The Tetons and the Snake River, negative 1942; print 1980, Ansel Adams
The Tetons and the Snake River, negative 1942; print 1980, Ansel Adams
Wikimedia Commons

The J. Paul Getty Museum (Getty Center) has an exhibit displaying the photographs of acclaimed 20th century photographer Ansel Adams (1902-1984) from March 18 through July 20.

The exhibition is a collection of Adams' photography that focuses on the artistry of our natural environment. These photographs are a compilation of the extraordinary beauty held in our national parks and surrounding areas.

The photographs on display come from the Department of Photographs collection that is newly acquired from the Museum Set Edition of Fine Prints donated by Carol Vernon and her husband Robert Turbin. The set was purchased by Vernon's parents from Adams with the agreement that they would one day be donated to a museum.

In addition to the recently acquired works, visitors can see earlier prints by Adams. This full exhibit allows viewers to get a sense of how the photographer worked and how his style changed over the years.

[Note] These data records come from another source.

class _Collector:
    """Notes what entities draw."""

    def __init__(self, *, hatches: bool, hidden: bool) -> None:
        self._followed = FOLLOWED | {"HATCH"} if hatches else FOLLOWED
        self._hidden = hidden
        self._slots = Slots([], [], [], [])
        self._lines, self._arcs, self._ellipses = (_Noted([], []) for _ in range(3))
        self._paths: list[_Path] = []
        self._chains: list[tuple[int, Array]] = []
        self._references: list[Reference] = []
        self._misfits: list[Misfit] = []

    def read(self, entities: Iterable[DXFEntity]) -> Content:
        """Return what entities draw."""
        handles, kinds, layers, reasons = self._slots
        for entity in entities:
            kind, slot = entity.dxftype(), len(kinds)
            kinds.append(kind)
            handles.append(entity.dxf.handle or "(none)")
            graphic = isinstance(entity, DXFGraphic)
            layers.append(entity.dxf.layer if graphic else _layer(entity))
            if graphic and not self._hidden and _invisible(entity):
                reasons.append(INVISIBLE)
            elif kind not in self._followed or not graphic:
                reasons.append(REASON_OF.get(kind, OTHER_REASON))
            else:
                reasons.append("")
                self._note(entity, slot)
        return Content(
            self._slots, self._primitives(), tuple(self._references), tuple(self._misfits)
        )

    def _note(self, entity: DXFEntity, slot: int) -> None:
        match entity:
            case Line():
                self._lines.add(slot, (*entity.dxf.start, *entity.dxf.end))
            case LWPolyline():
                dxf = entity.dxf
                values = np.asarray(entity.lwpoints.values, dtype=np.float64).reshape(-1, 5)
                path = _Path(slot, values, dxf.elevation, entity.closed, tuple(dxf.extrusion))
                self._paths.append(path)
            case Circle():
                self._circle(entity, slot)
            case Insert():
                self._insert(entity, slot)
            case Polyline():
                self._polyline(entity, slot)
            case Ellipse():
                self._ellipse(entity, slot)
            case Spline():
                self._spline(entity, slot)
            case Hatch():
                self._hatch(entity, slot)

    def _circle(self, entity: Circle, slot: int) -> None:
        stated = entity.dxf.all_existing_dxf_attribs()
        radius = stated.get("radius", 0.0)
        if radius < 0:
            self._misfits.append(Misfit(slot, f"has a radius of {radius:g}; it must be above 0"))
            return
        span = (0.0, 360.0)
        if entity.dxftype() == "ARC":
            span = (stated.get("start_angle", 0.0), stated.get("end_angle", 360.0))
        centre, normal = stated.get("center", NOWHERE), stated.get("extrusion", UP)
        self._arcs.add(slot, (*centre, radius, *span, 1.0, *normal))

    def _ellipse(self, entity: Ellipse, slot: int) -> None:
        dxf = entity.dxf
        span = (degrees(dxf.start_param), degrees(dxf.end_param))
        own = (*dxf.center, *dxf.major_axis, *dxf.extrusion, dxf.ratio, *span, 1.0, 0.0, 0.0, 1.0)
        self._ellipses.add(slot, own)

    def _polyline(self, entity: Polyline, slot: int) -> None:
        if entity.is_polygon_mesh or entity.is_poly_face_mesh:
            self._slots.reason[slot] = SURFACE
            return
        flat = entity.is_2d_polyline
        values = [
            (*own.get("location", NOWHERE), 0.0, own.bulge if flat else 0.0)
            for own in (vertex.dxf for vertex in entity.vertices)
            if not own.flags & FRAME_POINT
        ]
        height, normal = np.nan, UP
        if flat:
            normal = tuple(entity.dxf.extrusion)
            if entity.dxf.hasattr("elevation"):
                height = entity.dxf.elevation.z
        array = np.array(values, dtype=np.float64).reshape(-1, 5)
        if flat and np.isnan(height) and len(array):
            height = float(array[0, 2])
        self._paths.append(_Path(slot, array, height, entity.is_closed, normal))

    def _spline(self, entity: Spline, slot: int) -> None:
        dxf = entity.dxf
        ends = [dxf.start_tangent, dxf.end_tangent]
        self._chain(
            slot,
            Given(
                dxf.degree,
                _points(entity.control_points),
                np.array(entity.weights, dtype=np.float64),
                np.array(entity.knots, dtype=np.float64),
                _points(entity.fit_points),
                tangents=(_vector(ends[0]), _vector(ends[1])),
                closed=entity.closed,
            ),
        )

    def _chain(self, slot: int, given: Given, maps: Maps | None = None) -> None:
        chain = spline_chain(given)
        if isinstance(chain, str):
            self._misfits.append(Misfit(slot, chain))
            return
        if maps is not None:
            chain[..., :3] = chain[..., :3] @ maps.linear[0].T
        self._chains.append((slot, chain))

    def _insert(self, entity: Insert, slot: int) -> None:
        # One copy of what is stated costs less than asking ezdxf for every default.
        stated = entity.dxf.all_existing_dxf_attribs()
        scales = (stated.get("xscale", 1.0), stated.get("yscale", 1.0), stated.get("zscale", 1.0))
        if scales[0] == 0 or scales[1] == 0:
            self._slots.reason[slot] = NO_SIZE
            return
        spacing = (stated.get("row_spacing", 0.0), stated.get("column_spacing", 0.0))
        # Instances that coincide are drawn once.
        rows = max(stated.get("row_count", 1), 1) if spacing[0] else 1
        columns = max(stated.get("column_count", 1), 1) if spacing[1] else 1
        turn, normal = stated.get("rotation", 0.0), stated.get("extrusion", UP)
        numbers = (*stated.get("insert", NOWHERE), *scales, turn, *spacing, *normal)
        self._references.append(Reference(slot, stated.get("name", ""), rows, columns, numbers))

    def _hatch(self, entity: Hatch, slot: int) -> None:
        normal, height = tuple(entity.dxf.extrusion), entity.dxf.elevation.z
        part = slot
        for path in entity.paths:
            if isinstance(path, PolylinePath):
                vertices = np.array(path.vertices, dtype=np.float64).reshape(-1, 3)
                values = np.zeros((len(vertices), 5))
                values[:, [0, 1, 4]] = vertices
                self._paths.append(_Path(part, values, height, True, normal))  # noqa: FBT003
                part = self._another(slot)
            elif isinstance(path, EdgePath):
                for edge in path.edges:
                    self._edge(edge, part, height, normal)
                    part = self._another(slot)
        if part != slot:
            for column in self._slots:
                column.pop()

    def _another(self, slot: int) -> int:
        """Return a slot for one more part of an entity."""
        for column in self._slots:
            column.append(column[slot])
        return len(self._slots.kind) - 1

    def _edge(self, edge: object, slot: int, height: float, normal: tuple[float, ...]) -> None:
        match edge:
            case LineEdge():
                values = np.array([[*end, 0.0, 0.0, 0.0] for end in (edge.start, edge.end)])
                self._paths.append(_Path(slot, values, height, False, normal))  # noqa: FBT003
            case ArcEdge():
                turn = 1.0 if edge.ccw else -1.0
                angles = (edge.start_angle, edge.end_angle)
                self._arcs.add(slot, (*edge.center, height, edge.radius, *angles, turn, *normal))
            case EllipseEdge():
                turn, span = 1.0 if edge.ccw else -1.0, (edge.start_angle, edge.end_angle)
                if not _full(*span):
                    span = (degrees(edge.start_param), degrees(edge.end_param))
                own = (*edge.center, height, *edge.major_axis, 0.0, 0.0, 0.0, 1.0, edge.ratio)
                self._ellipses.add(slot, (*own, *span, turn, *normal))
            case SplineEdge():
                ends = (edge.start_tangent, edge.end_tangent)
                given = Given(
                    edge.degree,
                    _flat(edge.control_points, height),
                    np.array(edge.weights, dtype=np.float64),
                    np.array(edge.knot_values, dtype=np.float64),
                    _flat(edge.fit_points, height),
                    tangents=(_vector(ends[0]), _vector(ends[1])),
                )
                frame = axes(np.array([normal]))
                self._chain(slot, given, Maps(frame, np.zeros((1, 3))))

    def _primitives(self) -> Primitives:
        order, numbers = self._lines.arrays(6)
        lines = Strokes(numbers[:, :3], numbers[:, 3:], np.zeros(len(numbers)), order)
        paths, bent = _path_strokes(self._paths)
        rounds = [bent, _circles(self._arcs), _ellipses(self._ellipses)]
        return Primitives(
            _joined(lines, paths),
            tuple(own for own in rounds if own.sweep.size),
            _beziers(self._chains),
        )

In the last few year of Adams' life he focused on how to preserve his legacy through his photographs. Adams intended to leave this legacy for future generations to be able to gain perspective on the importance of the preservation of our natural environment.

Visit the Getty Center before this exhibit ends to experience and be inspired by the legacy of Adams and to get a sense of how important capturing natural beauty was to the photographer.